Marker Evaluation
To examine the functional ploidy (‘somy’, or meiotic segregation pattern) of the identified SNPs in white sturgeon, we initially evaluated read ratios in the ascertainment panel individuals, which exhibited patterns reflective of 5 genotype categories (AAAA, AAAB, AABB, ABBB, BBBB), i.e. tetrasomy. To confirm this, we estimated ploidy from a larger group (N=3,514; Table 1) of white sturgeon from the Columbia, Fraser, and Sacramento River Basins, using read counts for the 325 SNPs and the R function funkyPloid (Delomas et al. submitted), implementing the beta-binomial model with uniform noise for candidate ploidies (somies) of 4N, 5N, and 6N. From this group, putative tetrasomic (4N) individuals were retained that had a minimum of 50k reads and a minimum log likelihood ratio to the next most likely ploidy (hereafter, minimum alternate LLR) of 25, resulting in 2,378 individuals retained for further analyses. We then used the read counts for each locus across these individuals to assess the ploidy of the locus withfunkyPloid comparing 4N and 8N models. This was achieved by transposing the read count matrices input to funkyPloid . The funkyPloid function assesses the number of amplified copies of SNPs in the genome, and does not directly assess the pattern of segregation. Thus, this test cannot discriminate between a true tetrasomic locus and two co-amplified, disomic loci. However, given the chromosome complement and previous observations (e.g. Drauch Schreier et al., 2011), disomic loci are likely to be rare, and so here we only consider tetrasomic and octosomic segregation for these loci. It should also be noted that because this LLR metric includes no penalty for overfitting, ‘noisy’ 4N loci may exhibit higher likelihood for 8N despite only being present in four copies in the genome (Delomas et al. submitted). Thus, rather than evaluate the raw LLR results, we ranked each locus based on fit to 4N or 8N models.

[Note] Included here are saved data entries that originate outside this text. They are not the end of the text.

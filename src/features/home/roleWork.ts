import type { Role } from '../../contracts/roles';

/** What each role does in the shop, in our words (after the roles table of the product brief). */
export const ROLE_WORK: Record<Role, { title: string; summary: string; duties: string[] }> = {
  admin: {
    title: 'Shop administration',
    summary: 'You keep Spoolwright itself in order: who may sign in and with which role, the stations on the floor, and the shop constants the engineers rely on.',
    duties: [
      'Add people, give each the role that matches their work, and close accounts when someone leaves.',
      'Set new passwords when someone is locked out.',
      'Keep an eye on the services Spoolwright runs on.',
      'You may open every part of the system.',
    ],
  },
  office: {
    title: 'Office',
    summary: 'Orders come in through you: you enter what the customer asked for, attach their drawings, and answer when they ask where their order is.',
    duties: [
      'Enter customer orders, one line per coil requirement.',
      'Upload the drawings and specifications that came with an order.',
      'Look up work orders to tell a customer how far their coils are.',
    ],
  },
  engineer: {
    title: 'Engineering',
    summary: 'You turn each order line’s requirement into a build sheet a winder can follow — wire, turns, layers, expected resistance and temperature rise — check it, and release it to the floor.',
    duties: [
      'Design and check build sheets against the requirement and the insulation class.',
      'Keep the wire and core materials tables right.',
      'Release checked build sheets as work orders.',
      'Read everything else in the shop to answer questions.',
    ],
  },
  foreman: {
    title: 'Floor lead',
    summary: 'You run the floor: you set priorities, give work to people and stations, hold jobs that must wait, and decide what happens to a coil that failed its test.',
    duties: [
      'Watch all work on the floor in one place.',
      'Assign and reassign jobs to people and stations.',
      'Move any job to any stage, or put it on hold.',
      'Decide on failed units: rework, scrap or accept.',
    ],
  },
  floor: {
    title: 'Winding floor',
    summary: 'You build the coils: winding, terminating, varnishing and testing. You record what you actually built and what you measured, and pass each job on to its next stage.',
    duties: [
      'Work through your own queue, one traveler at a time.',
      'Record the turns count, wire lot and station you used.',
      'Record test readings; the system judges them against the build sheet.',
      'Move each job on when your stage is done.',
    ],
  },
  shipping: {
    title: 'Shipping',
    summary: 'You pack finished coils, send them on their way, and tell the customer what is coming — with the tracking number and the certificate.',
    duties: [
      'Pack finished work and print packing lists.',
      'Record each shipment with carrier and tracking number.',
      'Send the customer their shipment notice and certificate of conformance.',
    ],
  },
  customer: {
    title: 'Customer account',
    summary: 'This account lets you follow what your company has ordered from the shop. It is read-only: nothing you do here changes an order.',
    duties: [
      'See your own company’s orders and how far each has come.',
      'See shipments with their tracking numbers.',
      'Download certificates of conformance for what was shipped.',
    ],
  },
};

We compared this to two measures of congruence with tetrasomic inheritance. First, we evaluated the percent of comparisons for each locus reflecting Mendelian incompatibilities in several parent-offspring genotypes of known crosses (4 dams, 2 sires, and 128 offspring genotyped at 90% completeness) of white sturgeon spawned by the Yakama Nation using a custom R script (Supplemental File 2). Mendelian incompatibilities were identified as any offspring genotype that was absent from the set of possible offspring genotypes from a pair of adults formed from all possible combinations of all potential diploid gametes assuming the absence of double reduction, which has not been identified in white sturgeon (Drauch Schreier et al., 2011; A. L. Van Eenennaam, Murray, & Medrano, 1998). Genotypes of each individual were obtained by modification of the GT-seq pipeline that accommodates different ploidies by integrating funkyPloid and assuming a normal distribution of read ratios for each allele ratio-genotype category with standard deviation starting at 0.05 for 4N and progressively reduced for each higher ploidy following s.d.=0.05*(4/ploidy) to avoid overlap of allele ratio categories (https://github.com/stuartwillis/gt-seq-ploidy). Allele ratios that fall outside the 95% confidence bounds for each genotype category are scored as missing. As such, the genotype thresholds are more stringent for increasing ploidies, and higher sequencing effort may be required to precisely estimate read ratios and genotype higher ploidy samples at all loci. Second, we visually inspected the allele ratio plots of the 2,378 4N individuals and rated each locus on a scale of 1-4 for conformance to the expected allele ratios for tetrasomy (95% confidence interval of normal distribution). The ratings were 1: almost all (~<5%) ratios fall within expected 95% bounds of 5 genotype classes; 2: ratio medians fall within expected 95% bounds of 5 genotype classes but with minor shifts towards the reference or alternate allele (allele bias), and ~<25% of ratios out of bounds; 3: ~5 genotype classes, but ratio medians often fall outside bounds (medians strongly skewed), and/or many (~>25%) allele ratios fall outside confidence intervals; 4: 6+ genotype classes, homozygote allele ratio medians fall off x,y axes, and/or no distinct genotype classes. Example plots are provided with bounds reflecting 8N genotype categories (Supplemental Figure 2).